_Your objective_. Reproduce exactly, and only, the lines running from the start of the entries below to the line containing "const parsedFonts = new".

*** Opening Data ***

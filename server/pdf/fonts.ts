import { readFile } from "node:fs/promises";
import { createRequire } from "node:module";
import fontkit from "@pdf-lib/fontkit";
import anyAscii from "any-ascii";
import type { PDFDocument, PDFFont } from "pdf-lib";
import { computedOnce } from "../computed-once";

export interface PdfFonts {
  regular: PDFFont;
  bold: PDFFont;
}

/**
 * Drawn in place of a character the font cannot show and that has no readable Latin form, so
 * nothing renders as an empty box or as "�".
 */
export const PLACEHOLDER = "[?]";

const require = createRequire(import.meta.url);
const FONT_FILES = {
  regular: "@expo-google-fonts/roboto-slab/400Regular/RobotoSlab_400Regular.ttf",
  bold: "@expo-google-fonts/roboto-slab/700Bold/RobotoSlab_700Bold.ttf",
} as const;

/** Reads the two Roboto Slab TrueType files once per process (woff2 would crash fontkit). */
export const loadFontBytes: () => Promise<{ regular: Uint8Array; bold: Uint8Array }> = computedOnce(() =>
  Promise.all([readFile(require.resolve(FONT_FILES.regular)), readFile(require.resolve(FONT_FILES.bold))]).then(
    ([regular, bold]) => ({ regular, bold }),
  ),
);

type Fontkit = Parameters<PDFDocument["registerFontkit"]>[0];
type ParsedFont = ReturnType<Fontkit["create"]>;
const parsedFonts = new WeakMap<Uint8Array, ParsedFont>();

// pdf-lib parses the font file again for every document; parsing (and the lazily decoded
// layout tables) is most of the cost of a small PDF. The parsed font is only read afterwards:
// each document keeps its own subset.
const onceParsingFontkit: Fontkit = {
  create(buffer, postscriptName) {
    let font = parsedFonts.get(buffer);
    if (!font) {
      font = fontkit.create(buffer, postscriptName);
      parsedFonts.set(buffer, font);
    }
    return font;
  },
};

// One glyph per character, no positioning: pdf-lib draws glyph ids without the kerning or mark
// offsets layout computes, and ligatures would make widths and extracted text less predictable.
const FONT_FEATURES = {
  kern: false,
  mark: false,
  mkmk: false,
  curs: false,
  liga: false,
  clig: false,
  calt: false,
  rlig: false,
  rclt: false,
};

/** Embeds Roboto Slab regular and bold into `doc`, subset to the glyphs actually drawn. */
export async function embedFonts(doc: PDFDocument): Promise<PdfFonts> {
  const bytes = await loadFontBytes();
  doc.registerFontkit(onceParsingFontkit);
  const [regular, bold] = await Promise.all([
    doc.embedFont(bytes.regular, { subset: true, features: FONT_FEATURES }),
    doc.embedFont(bytes.bold, { subset: true, features: FONT_FEATURES }),
  ]);
  return { regular, bold };
}

const widthCaches = new WeakMap<PDFFont, Map<string, number>>();

/** Width of one line of (already safe) text in points at `sizePt`, memoised per font. */
export function textWidthPt(font: PDFFont, text: string, sizePt: number): number {
  let cache = widthCaches.get(font);
  if (!cache) {
    cache = new Map();
    widthCaches.set(font, cache);
  }
  let widthAt1 = cache.get(text);
  if (widthAt1 === undefined) {
    widthAt1 = font.widthOfTextAtSize(text, 1);
    cache.set(text, widthAt1);
  }
  return widthAt1 * sizePt;
}

const charSets = new WeakMap<PDFFont, Set<number>>();

function charSetOf(font: PDFFont): Set<number> {
  let set = charSets.get(font);
  if (!set) {
    set = new Set(font.getCharacterSet());
    charSets.set(font, set);
  }
  return set;
}

const graphemes = new Intl.Segmenter("en", { granularity: "grapheme" });
// Controls and format characters (bidi overrides and isolates, zero-width joiners, soft
// hyphens, BOM) never reach the page: an override would reorder what the reader sees.
const INVISIBLE = /[\p{Cc}\p{Cf}\p{Zl}\p{Zp}]/gu;
const LINE_BREAKS = /\r\n|[\n\r\u2028\u2029\u0085\v\f]/;

/**
 * A grapheme the font has no glyph for, in a form it can draw: its Latin transliteration
 * (any-ascii: "Ł" → "L", "你" → "Ni", an emoji → "[snake]"), or PLACEHOLDER when there is none.
 */
function readableForm(grapheme: string, chars: ReadonlySet<number>): string {
  const drawable = (text: string) => text !== "" && [...text].every((ch) => chars.has(ch.codePointAt(0) ?? -1));
  // Emoji come out as ":name:" (several for a ZWJ sequence); "[name]" reads better on paper.
  const latin = anyAscii(grapheme)
    .replace(/:([a-z0-9_+-]+):/gi, (_, name: string) => `[${name.replace(/_/g, " ")}]`)
    .trim();
  return latin !== "?" && drawable(latin) ? latin : PLACEHOLDER;
}

/**
 * One line of user text made safe to draw with `font`: NFC-normalised, line breaks and tabs
 * turned into spaces, control and bidi-format characters removed, and every character (grapheme)
 * the font has no glyph for written in Latin letters, or as "[?]" when it has no Latin form
 * (unsupported spaces become plain spaces). Never "�", never an empty box.
 */
export function safeText(font: PDFFont, text: string): string {
  const chars = charSetOf(font);
  const flat = text.normalize("NFC").replace(/\t/g, " ").split(LINE_BREAKS).join(" ");
  let out = "";
  for (const { segment } of graphemes.segment(flat)) {
    const visible = segment.replace(INVISIBLE, "");
    if (visible === "") continue;
    if (visible !== "\uFFFD" && [...visible].every((ch) => chars.has(ch.codePointAt(0) ?? -1))) out += visible;
    else out += /^\s+$/u.test(visible) ? " " : readableForm(visible, chars);
  }
  return out;
}

/**
 * Splits user text into lines no wider than `maxWidthPt` at `sizePt` points: the user's own line
 * breaks are kept, words wrap at spaces and a word wider than the line is broken between
 * characters. Every line is already `safeText`.
 */
export function wrapText(font: PDFFont, text: string, sizePt: number, maxWidthPt: number): string[] {
  const lines: string[] = [];
  for (const paragraph of text.normalize("NFC").split(LINE_BREAKS)) {
    lines.push(...wrapParagraph(font, safeText(font, paragraph), sizePt, maxWidthPt));
  }
  return lines;
}

function wrapParagraph(font: PDFFont, text: string, sizePt: number, maxWidthPt: number): string[] {
  const words = text.split(" ").filter((w) => w !== "");
  if (words.length === 0) return [""];
  const spaceW = textWidthPt(font, " ", sizePt);
  const lines: string[] = [];
  let line = "";
  let lineW = 0;
  for (const word of words) {
    const wordW = textWidthPt(font, word, sizePt);
    if (line !== "" && lineW + spaceW + wordW <= maxWidthPt) {
      line += ` ${word}`;
      lineW += spaceW + wordW;
      continue;
    }
    if (line !== "") lines.push(line);
    if (wordW <= maxWidthPt) {
      line = word;
      lineW = wordW;
      continue;
    }
    const pieces = breakWord(font, word, sizePt, maxWidthPt);
    lines.push(...pieces.slice(0, -1));
    line = pieces.at(-1) ?? "";
    lineW = textWidthPt(font, line, sizePt);
  }
  lines.push(line);
  return lines;
}

// Per-character widths overestimate slightly (no kerning), which keeps pieces inside the line.
function breakWord(font: PDFFont, word: string, sizePt: number, maxWidthPt: number): string[] {
  const pieces: string[] = [];
  let piece = "";
  let pieceW = 0;
  for (const { segment } of graphemes.segment(word)) {
    const w = textWidthPt(font, segment, sizePt);
    if (piece !== "" && pieceW + w > maxWidthPt) {
      pieces.push(piece);
      piece = "";
      pieceW = 0;
    }
    piece += segment;
    pieceW += w;
  }
  pieces.push(piece);
  return pieces;
}

/** One safe line shortened with an ellipsis so it is at most `maxWidthPt` wide at `sizePt`. */
export function fitText(font: PDFFont, text: string, sizePt: number, maxWidthPt: number): string {
  const safe = safeText(font, text);
  if (textWidthPt(font, safe, sizePt) <= maxWidthPt) return safe;
  const chars = [...graphemes.segment(safe)].map((g) => g.segment);
  let lo = 0;
  let hi = chars.length;
  while (lo < hi) {
    const mid = Math.ceil((lo + hi) / 2);
    const candidate = `${chars.slice(0, mid).join("").trimEnd()}…`;
    if (textWidthPt(font, candidate, sizePt) <= maxWidthPt) lo = mid;
    else hi = mid - 1;
  }
  return `${chars.slice(0, lo).join("").trimEnd()}…`;
}

/** The largest size in whole points (between `minPt` and `maxPt`) at which one line fits. */
export function fitSize(font: PDFFont, text: string, maxPt: number, minPt: number, maxWidthPt: number): number {
  const widthAt1 = textWidthPt(font, safeText(font, text), 1);
  if (widthAt1 === 0) return maxPt;
  return Math.max(minPt, Math.min(maxPt, Math.floor(maxWidthPt / widthAt1)));
}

*** Closing Data ***

_Result of this exercise_.
filename server/pdf/fonts.ts
import { readFile } from "node:fs/promises";
import { createRequire } from "node:module";
import fontkit from "@pdf-lib/fontkit";
import anyAscii from "any-ascii";
import type { PDFDocument, PDFFont } from "pdf-lib";
import { computedOnce } from "../computed-once";

export interface PdfFonts {
  regular: PDFFont;
  bold: PDFFont;
}

/**
 * Drawn in place of a character the font cannot show and that has no readable Latin form, so
 * nothing renders as an empty box or as "�".
 */
export const PLACEHOLDER = "[?]";

const require = createRequire(import.meta.url);
const FONT_FILES = {
  regular: "@expo-google-fonts/roboto-slab/400Regular/RobotoSlab_400Regular.ttf",
  bold: "@expo-google-fonts/roboto-slab/700Bold/RobotoSlab_700Bold.ttf",
} as const;

/** Reads the two Roboto Slab TrueType files once per process (woff2 would crash fontkit). */
export const loadFontBytes: () => Promise<{ regular: Uint8Array; bold: Uint8Array }> = computedOnce(() =>
  Promise.all([readFile(require.resolve(FONT_FILES.regular)), readFile(require.resolve(FONT_FILES.bold))]).then(
    ([regular, bold]) => ({ regular, bold }),
  ),
);

type Fontkit = Parameters<PDFDocument["registerFontkit"]>[0];
type ParsedFont = ReturnType<Fontkit["create"]>;
const parsedFonts = new WeakMap<Uint8Array, ParsedFont>();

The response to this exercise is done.